* _Exercise instructions_: Among the entries below, take the line with "from dataclasses import dataclass" and the line with "from riskbound.logs.run_summary import", and output them and every line between them exactly, with nothing else.

-.-.-

"""`riskbound closedloop`: the whole stack closed-loop on a replayed crowd, then a report.

    riskbound closedloop [--bag BAG] [--out DIR] [--params-file F] [--speed S] [--time-limit-s T]

Runs launch/crowd_replay.launch.xml through `riskbound launch` (real processes, one per node):
the crowd bag is replayed on its own clock, the tracker, planner and watchdog run on it, the
simulated robot crosses from the bag's robot_start to its robot_goal, and the recorder writes
every topic. The run ends when the robot has reached the goal (plus 1 s), when the bag has been
played, or at the wall-time limit. Then riskbound.logs.run_summary reads the recorded bag and the
crowd bag's ground truth and writes DIR/summary.txt, DIR/summary.json, DIR/trajectories.png and
DIR/clearance.png, and `riskbound review` writes its near-miss report of the recording into
DIR/review (report.md, figures, events.json; --no-review skips it); the recorded bag is
DIR/recorded, the node logs DIR/logs. `make demo` is this command with its defaults.

Default bag: the committed test/data/crowd_courtyard_40 when running from the source tree,
otherwise a fresh one generated from config/crowd_courtyard_40.yaml with its committed seed.
Default parameters: config/drone.yaml, the shipped multirotor file, replayed in real time
(--speed 1.0), as on a robot: every node keeps to the bag's clock on the machine's own time. The
crossing takes about 20 s of bag time, so about half a minute of wall time plus start-up.

The verdict (riskbound.logs.run_summary.RunSummary.failures) knows the robot type from the
parameter file's planner robot_model (the planner's default, double_integrator, when the file does
not set it): the run passes when the goal is reached, the robot's disc never overlaps the map's
walls and obstacles, its centre never leaves the scenario's bounds, and no walker's footprint
overlaps it, except that a unicycle (a ground robot, slower than a brisk walker) is allowed
contacts in which a replayed walker, who cannot react to it, moved into it; one in which the
robot moved toward the walker fails it (riskbound.logs.contact_geometry).

Exit codes: 0 passed (above); 1 failed: goal not reached, a walker contact the robot type is not
allowed, a static contact, time outside the bounds, or the launch failed; 2 bad arguments or
unreadable bags.
DDS discovery stays on this machine (ROS_AUTOMATIC_DISCOVERY_RANGE=LOCALHOST is set for the
nodes when the caller has not set it).
"""

import os
import random
import re
import shutil
import signal
import subprocess
import sys
import time
from dataclasses import dataclass
from pathlib import Path

import yaml

from riskbound.logs.bag_io import BagError, read_custom_data
from riskbound.logs.run_summary import plot_run, summarise_run, summary_text

COMMITTED_BAG = "test/data/crowd_courtyard_40"
SCENARIO = "config/crowd_courtyard_40.yaml"
SCENARIO_SEED = 7  # the committed bag's seed (test/data/crowd_courtyard_40/metadata.yaml)
DEFAULT_PARAMS = "config/drone.yaml"
# Real time: the planner's solves and the nodes' timers are judged as on the robot.
DEFAULT_SPEED = 1.0
LAUNCH_FILE = "crowd_replay.launch.xml"
EXIT_FAILED, EXIT_USAGE = 1, 2
# After SIGINT the runner needs its own stop timeouts (5 s + 5 s) and a margin to report.
RUNNER_STOP_TIMEOUT_S = 30.0
_STARTED = re.compile(r"^\[launch\] started '([^']+)' \(pid (\d+)\)")


@dataclass
class ClosedLoopResult:
    summary: object          # riskbound.logs.run_summary.RunSummary
    launch_exit_code: int
    wall_s: float
    out_dir: Path
    files: list

    @property
    def passed(self):
        return self.launch_exit_code == 0 and self.summary.passed


def _package_root():
    from riskbound.launching.xml_description import package_share

    return package_share("riskbound")


def read_parameter_file(params_file):
    """{node name: its ros__parameters} of a ROS 2 parameter file; ValueError when unreadable."""
    try:
        document = yaml.safe_load(Path(params_file).read_text(encoding="utf-8")) or {}
        return {node: dict((section or {}).get("ros__parameters", {}) or {}) for node, section in document.items()}
    except (OSError, yaml.YAMLError, AttributeError) as error:
        raise ValueError(f"params_file={str(params_file)!r}: unreadable ({error})") from None


def _point(text, name):
    try:
        values = yaml.safe_load(text)
        return [float(values[0]), float(values[1])]
    except (TypeError, ValueError, IndexError, KeyError, yaml.YAMLError):
        raise ValueError(f"{name}={text!r} in the bag's metadata is not an [x, y] pair") from None


def default_bag(out_dir, log):
    """The committed crowd bag, or one generated into out_dir from the committed scenario and seed."""
    root = _package_root()
    committed = root / COMMITTED_BAG
    if (committed / "metadata.yaml").is_file():
        return committed
    from riskbound.crowd.record import generate_crowd_bag

    generated = Path(out_dir) / "crowd"
    if generated.exists():
        shutil.rmtree(generated)
    log(f"generating a crowd bag from {root / SCENARIO} (seed {SCENARIO_SEED}) ...")
    generate_crowd_bag(root / SCENARIO, generated, seed=SCENARIO_SEED)
    return generated


def _remove_previous_recording(path):
    if not path.exists():
        return
    if not (path / "metadata.yaml").is_file() and any(path.iterdir()):
        raise ValueError(f"{path} exists and is not a bag directory: not overwriting it")
    shutil.rmtree(path)


def _stop_leftovers(log_path, log):
    """Kill (by pid) any node process the runner reported starting that is still alive."""
    pids = []
    for line in log_path.read_text(encoding="utf-8", errors="replace").splitlines():
        match = _STARTED.match(line)
        if match:
            pids.append((match.group(1), int(match.group(2))))
    left = []
    for name, pid in pids:
        try:
            # The pid may have been reused since: only a process still running a node of ours is killed.
            if b"riskbound.ros." not in Path(f"/proc/{pid}/cmdline").read_bytes():
                continue
            os.killpg(pid, signal.SIGKILL)
            left.append(name)
        except (OSError, ProcessLookupError):
            continue
    if left:
        log(f"killed left-over node processes: {', '.join(left)}")
    return left


def run_closed_loop(out_dir, bag=None, params_file=None, speed=DEFAULT_SPEED, time_limit_s=240.0, goal_tolerance_m=0.3,
                    log=print, review=False):
    """Run the closed loop and write its report into out_dir. Returns a ClosedLoopResult.

    bag: crowd bag (None: default_bag); params_file: ROS parameter file with planner, tracker,
    watchdog and sim_robot sections (None: DEFAULT_PARAMS); speed: replay speed factor;
    time_limit_s: wall-time limit of the run, start-up included; review: also write the review
    tool's report of the recording into out_dir/review.
    The verdict (ClosedLoopResult.passed) takes the robot type from the parameter file's planner
    robot_model (module docstring). ValueError / BagError for bad arguments or bags.
    """
    started = time.monotonic()
    out_dir = Path(out_dir).resolve()
    out_dir.mkdir(parents=True, exist_ok=True)
    bag = Path(bag).resolve() if bag is not None else default_bag(out_dir, log)
    params_file = Path(params_file).resolve() if params_file is not None else _package_root() / DEFAULT_PARAMS
    if not speed > 0.0:
        raise ValueError(f"speed={speed!r} must be > 0")
    parameters = read_parameter_file(params_file)
    planner = parameters.get("planner", {})
    robot_radius_m = float(planner.get("robot_radius_m", 0.3))
    walker_half_extents_m = _walker_footprint(parameters.get("tracker", {}))
    control_rate_hz = float(planner.get("control_rate_hz", 10.0))
    robot_model = robot_model_of(planner)
    metadata = read_custom_data(bag)
    if "robot_start" not in metadata or "robot_goal" not in metadata:
        raise BagError(f"{bag}: no robot_start/robot_goal in the bag's metadata (write it with riskbound crowd)")
    start = _point(metadata["robot_start"], "robot_start")
    goal = _point(metadata["robot_goal"], "robot_goal")
    recorded = out_dir / "recorded"
    _remove_previous_recording(recorded)
    logs = out_dir / "logs"
    if logs.exists():
        shutil.rmtree(logs)

    command = [sys.executable, "-m", "riskbound.cli", "launch", LAUNCH_FILE, f"bag:={bag}",
               f"recorded_bag:={recorded}", f"params_file:={params_file}", f"speed:={float(speed)}",
               f"start_x:={start[0]}", f"start_y:={start[1]}", f"goal_x:={goal[0]}", f"goal_y:={goal[1]}",
               "end_at_goal:=true", "--log-dir", str(logs)]
    environment = dict(os.environ)
    environment.setdefault("ROS_AUTOMATIC_DISCOVERY_RANGE", "LOCALHOST")
    environment.setdefault("ROS_DOMAIN_ID", str(random.randint(1, 101)))
    launch_log = out_dir / "launch.log"
    log(f"running {LAUNCH_FILE} on {bag.name}: robot {start} → goal {goal}, parameters {params_file.name}, "
        f"speed {speed}, ROS_DOMAIN_ID={environment['ROS_DOMAIN_ID']} (logs: {launch_log})")
    with open(launch_log, "w", encoding="utf-8") as output:
        runner = subprocess.Popen(command, stdout=output, stderr=subprocess.STDOUT, env=environment,
                                  start_new_session=True)
        try:
            code = runner.wait(timeout=max(time_limit_s - (time.monotonic() - started), 1.0))
        except subprocess.TimeoutExpired:
            log(f"time limit of {time_limit_s:.0f} s reached: stopping the run")
            os.killpg(runner.pid, signal.SIGINT)
            try:
                runner.wait(timeout=RUNNER_STOP_TIMEOUT_S)
            except subprocess.TimeoutExpired:
                os.killpg(runner.pid, signal.SIGKILL)
                runner.wait()
            code = runner.returncode
        except BaseException:
            os.killpg(runner.pid, signal.SIGINT)
            runner.wait(timeout=RUNNER_STOP_TIMEOUT_S)
            raise
        finally:
            _stop_leftovers(launch_log, log)
    log(f"launch ended with exit code {code} after {time.monotonic() - started:.0f} s; analysing {recorded}")

    summary, series = summarise_run(recorded, bag, goal, robot_radius_m, control_rate_hz, goal_tolerance_m,
                                    walker_half_extents_m, robot_model=robot_model)
    text = summary_text(summary)
    files = [out_dir / "summary.txt", out_dir / "summary.json"]
    files[0].write_text(text + "\n", encoding="utf-8")
    files[1].write_text(summary.to_json() + "\n", encoding="utf-8")
    files += plot_run(summary, series, out_dir)
    if review:
        files.append(_review(recorded, out_dir / "review", robot_radius_m, walker_half_extents_m, log))
    return ClosedLoopResult(summary, code, time.monotonic() - started, out_dir, files + [recorded, logs])


def robot_model_of(planner):
    """The planner section's robot_model, or the planner's default: the verdict's robot type."""
    from riskbound.planning.settings import SPECS_BY_NAME

    spec = SPECS_BY_NAME["robot_model"]
    value = planner.get("robot_model", spec.default)
    if value not in spec.choices:
        raise ValueError(f"planner robot_model={value!r} in the parameter file: must be one of {list(spec.choices)}")
    return value


def _walker_footprint(tracker):
    """(half_length, half_width) of a walker's box: the tracker's footprint from the parameter file,
    else the tracker's defaults. The summary and the review both measure clearance to this box."""
    from riskbound.tracking.settings import SPECS_BY_NAME

    return tuple(float(tracker.get(name, SPECS_BY_NAME[name].default))
                 for name in ("footprint_half_length_m", "footprint_half_width_m"))


def _review(recorded, out, robot_radius_m, walker_half_extents_m, log):
    """`riskbound review` of the recording (near-miss events against the replayed ground truth),
    with the summary's footprints, so both report the same closest approach."""
    from riskbound.cli import main  # the review's own command line, so the report is the one users get

    log(f"reviewing {recorded}")
    code = main(["review", str(recorded), "--out", str(out), "--robot-radius-m", str(robot_radius_m),
                 "--obstacle-half-extents-m", *map(str, walker_half_extents_m), "--quiet"])
    if code != 0:
        raise BagError(f"the review of {recorded} failed (exit code {code})")
    return out / "report.md"


def add_arguments(parser):
    parser.epilog = ("exit codes: 0 passed; 1 failed: goal not reached, a walker contact the robot type is not "
                     "allowed (any for a multirotor, one moving into the walker for a ground robot), a contact "
                     "with walls or obstacles, time outside the bounds, or a failed launch; 2 bad arguments or "
                     "unreadable bags")
    parser.add_argument("--bag", default=None, help="crowd bag to replay (default: the committed courtyard bag, "
                                                    "or one generated from its scenario)")
    parser.add_argument("--out", default="out/closed_loop", help="output directory (default out/closed_loop)")
    parser.add_argument("--params-file", default=None, help=f"ROS parameter file (default {DEFAULT_PARAMS})")
    parser.add_argument("--speed", type=float, default=DEFAULT_SPEED,
                        help=f"replay speed factor (default {DEFAULT_SPEED}, see the module help)")
    parser.add_argument("--time-limit-s", type=float, default=240.0,
                        help="wall-time limit of the run, start-up included (default 240)")
    parser.add_argument("--no-review", action="store_true",
                        help="skip the review tool's report of the recording (DIR/review)")


def run(args):
    try:
        result = run_closed_loop(args.out, bag=args.bag, params_file=args.params_file, speed=args.speed,
                                 time_limit_s=args.time_limit_s, review=not args.no_review)
    except (ValueError, BagError, OSError) as error:
        print(f"riskbound closedloop: error: {error}", file=sys.stderr)
        return EXIT_USAGE
    print(summary_text(result.summary))
    if result.launch_exit_code != 0:
        print(f"the launch exited with code {result.launch_exit_code}: see {result.out_dir / 'launch.log'}")
    print(f"took {result.wall_s:.0f} s; wrote:")
    for path in result.files:
        print(f"  {path}")
    return 0 if result.passed else EXIT_FAILED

-.-.-

* _Exercise answer_:
from dataclasses import dataclass
from pathlib import Path

import yaml

from riskbound.logs.bag_io import BagError, read_custom_data
from riskbound.logs.run_summary import plot_run, summarise_run, summary_text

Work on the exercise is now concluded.